Use following command.
curl -u Administrator:password http://localhost:8093/debug/pprof/goroutine?debug=2
The collection of these must be when it failed not later because it gives correct picture to correlate. go routine dump will give what go routines are running.
As mentioned Whole couchbase architecture is on REST/HTTP which uses connection pooling to make it faster. So which may need more files. Also of Instead limiting files set unlimited and try.
Build 6.5.0-4959
Not able to find a way to set open files limit to unlimited, found that it can set maximum to 1048576(https://stackoverflow.com/a/1213069/2320823). Let me know if there is any way to set it unlimited.
Tried setting open files limit to 1048575 on index+query nodes and ran the test, swap rebalance failed with similar error.
Job- http://perf.jenkins.couchbase.com/job/arke-multi-bucket/343
Not able to collect go routine dump when swap rebalance happening, will try next time.
Previously collected go routine dump was with- http://localhost:8093/debug/pprof/goroutine?debug=1
Mahesh Mandhare this is not something that can be fixed easily - it requires rearchitecting the layer that connects n1ql and memcached to switch from using a collection pool per each node+bucket combination to having connection pools on nodes only.

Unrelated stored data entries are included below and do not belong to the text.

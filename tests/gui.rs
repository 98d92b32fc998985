//! The desktop workbench driven through egui_kittest: no window, no GPU.
//! Each test acts as a user would and checks the project and the visible text.
#![cfg(feature = "gui")]

use egui_kittest::Harness;
use egui_kittest::kittest::Queryable as _;
use priorwright::elicit::dials::{self, Dial};
use priorwright::gui::files::NoChooser;
use priorwright::gui::{Command, Settings, Workbench, show};

fn settings() -> Settings {
    Settings {
        state_dir: None,
        autosave_secs: None,
    }
}

fn harness(w: Workbench) -> Harness<'static, Workbench> {
    Harness::builder()
        .with_size(egui::vec2(1400.0, 1000.0))
        .with_max_steps(12)
        .build_ui_state(|ui, w: &mut Workbench| show(ui, w), w)
}

fn example() -> Harness<'static, Workbench> {
    let mut h = harness(Workbench::example(Box::new(NoChooser), settings()));
    h.run();
    h
}

fn centre(h: &Harness<'_, Workbench>) -> f64 {
    let w = h.state();
    dials::setting(w.prior().unwrap(), Dial::Main).centre
}

#[test]
fn the_example_opens_with_its_experts_and_the_caution() {
    let h = example();
    assert!(h.get_all_by_label("Product manager").count() >= 1);
    assert!(h.get_all_by_label("Analyst").count() >= 1);
    assert!(h.query_by_label_contains("Responsible use").is_some());
    assert!(h.query_by_label_contains("This prior is as if").is_some());
}

#[test]
fn dragging_the_centre_handle_moves_the_prior_and_undo_takes_the_whole_drag_back() {
    let mut h = example();
    let before = h.state().project.clone();
    let c0 = centre(&h);
    let view = h.state_mut().derived().prior.clone().unwrap();
    let t = h
        .state()
        .view
        .prior_transform
        .expect("the prior plot was drawn");
    let start = t.position_from_point(&egui_plot::PlotPoint::new(view.centre[0], view.centre[1]));
    h.hover_at(start);
    h.drag_at(start);
    h.step();
    for dx in [10.0, 30.0, 50.0, 60.0] {
        h.hover_at(start + egui::vec2(dx, 0.0));
        h.step();
    }
    h.drop_at(start + egui::vec2(60.0, 0.0));
    h.run();
    let picked = (centre(&h) - c0).abs() > 1e-9;
    assert!(picked, "no drag moved the centre");
    assert!(centre(&h) > c0, "dragged right, the centre must grow");
    assert!(h.state().dirty());
    h.state_mut().apply(Command::Undo);
    h.run();
    assert_eq!(
        h.state().project.experts,
        before.experts,
        "one undo takes the whole drag back"
    );
    h.state_mut().apply(Command::Redo);
    h.run();
    assert!(centre(&h) > c0);
}

#[test]
fn typed_judgments_fit_the_prior_and_show_stated_against_fitted() {
    let mut h = example();
    h.get_by_label("judgment p1").focus();
    h.run();
    h.get_by_label("judgment p1").type_text("0.5");
    h.run();
    // The example's first expert already holds two judgments; replace them.
    h.state_mut().view.rows = vec![("0.5".into(), "0.2".into()), ("0.9".into(), "0.35".into())];
    h.run();
    h.get_by_label("Fit the prior to these").click();
    h.run();
    let prior = h.state().prior().unwrap().clone();
    let theta = &prior.marginals()[0].distribution;
    // Two judgments on two hyperparameters are met exactly.
    assert!((theta.tails(0.2).0 - 0.5).abs() < 1e-6);
    assert!((theta.tails(0.35).0 - 0.9).abs() < 1e-6);
    assert!(h.get_all_by_label("0.900").count() >= 1, "fitted p shown");
}

#[test]
fn adding_an_expert_and_pooling_logarithmically_changes_the_pool() {
    let mut h = example();
    let n = h.state().project.experts.len();
    h.get_by_label("Add an expert").click();
    h.run();
    assert_eq!(h.state().project.experts.len(), n + 1);
    let w = h
        .state()
        .project
        .experts
        .iter()
        .map(|e| e.weight)
        .sum::<f64>();
    assert!((w - 1.0).abs() < 1e-12);
    h.get_by_label("logarithmic").click();
    h.run();
    assert_eq!(
        h.state().project.pooling.method,
        priorwright::elicit::PoolMethod::Log
    );
    assert!(h.state().project.pooling.pooled.is_some());
}

#[test]
fn a_data_file_that_cannot_be_read_gives_a_notice_and_changes_nothing() {
    let mut h = example();
    let before = h.state().project.clone();
    h.state_mut()
        .apply(Command::MapData("/no/such/file.csv".into()));
    h.run();
    assert_eq!(h.state().project, before);
    assert!(h.query_by_label_contains("cannot be opened").is_some());
}

#[test]
fn every_family_can_be_chosen_and_drawn() {
    let mut h = example();
    for fam in priorwright::family::FAMILY_IDS {
        h.state_mut().apply(Command::SetFamily(fam.to_owned()));
        h.run();
        assert_eq!(h.state().project.scenario.family, fam);
        assert!(
            h.query_by_label_contains("This prior is as if").is_some(),
            "{fam}"
        );
        let unknown = h.state_mut().derived().prior.clone().unwrap().unknown;
        assert!(
            h.query_by_label_contains(&format!("Prior of {unknown}"))
                .is_some(),
            "{fam}"
        );
    }
}

#[test]
fn dragging_the_spread_handle_left_raises_the_ess() {
    let mut h = example();
    let ess0 = dials::setting(h.state().prior().unwrap(), Dial::Main).ess;
    let view = h.state_mut().derived().prior.clone().unwrap();
    let t = h.state().view.prior_transform.unwrap();
    let start = t.position_from_point(&egui_plot::PlotPoint::new(view.spread[0], view.spread[1]));
    h.hover_at(start);
    h.drag_at(start);
    h.step();
    for dx in [-5.0, -15.0, -30.0] {
        h.hover_at(start + egui::vec2(dx, 0.0));
        h.step();
    }
    h.drop_at(start + egui::vec2(-30.0, 0.0));
    h.run();
    let ess = dials::setting(h.state().prior().unwrap(), Dial::Main).ess;
    assert!(
        ess > ess0 * 1.05,
        "a 95% point nearer the centre is a tighter prior: {ess0} -> {ess}"
    );
}

#[test]
fn chips_in_bins_refit_the_prior() {
    let mut h = example();
    h.get_by_label("Chips in bins").click();
    h.run();
    for b in [3, 4, 4, 5, 5, 5, 6, 6, 7] {
        h.get_by_label(&format!("add a chip to bin {b}")).click();
        h.run();
    }
    let w = h.state();
    let js = &w.project.experts[0].judgments;
    assert!(
        js.len() >= 3,
        "the chips became stated probabilities: {js:?}"
    );
    assert!(w.dirty());
}

#[test]
fn a_data_file_given_by_path_adds_the_posterior_and_save_reopen_gives_the_same_project() {
    let dir = std::env::temp_dir().join(format!("pw-gui-{}", std::process::id()));
    std::fs::create_dir_all(&dir).unwrap();
    let csv = dir.join("clicks.csv");
    std::fs::write(&csv, "visitor,bought\n1,1\n2,0\n3,0\n4,1\n5,0\n").unwrap();
    let mut h = example();
    let n = h.state().project.data.len();
    h.state_mut().apply(Command::MapData(csv.clone()));
    h.run();
    // The mapping dialog guesses the first column; choose 'bought'.
    if let Some(priorwright::gui::workbench::Dialog::Mapping(d)) = &mut h.state_mut().dialog {
        d.mapping = priorwright::data::Mapping::Binary {
            column: "bought".into(),
        };
    }
    h.run();
    h.get_by_label("Read the file").click();
    h.run();
    assert_eq!(h.state().project.data.len(), n + 1);
    assert!(h.query_by_label_contains("Posterior").is_some());
    assert!(
        h.query_by_label_contains("prior's share of the information")
            .is_some()
    );
    let file = dir.join("saved.ron");
    h.state_mut().apply(Command::SaveTo(file.clone()));
    h.run();
    assert!(!h.state().dirty());
    let reopened = priorwright::project::load(&file).unwrap();
    assert_eq!(reopened, h.state().project);
    let _ = std::fs::remove_dir_all(&dir);
}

To make it more complicated, this layer is used by other components as well.
Also, the GSI client would have to be rewritten in a similar fashion, and FTS.
Currently the story is - the more buckets you have, the more file descriptors you are going to use.
I'm sure we will at some stage revisit this - for collections and TCO, but the amount of work required is substantial, so it's not something that we would e able to do for mad-hatter.
Even cheshire-cat is not a given.
This is nothing to do with query. You should check which log has error and transfer to that component.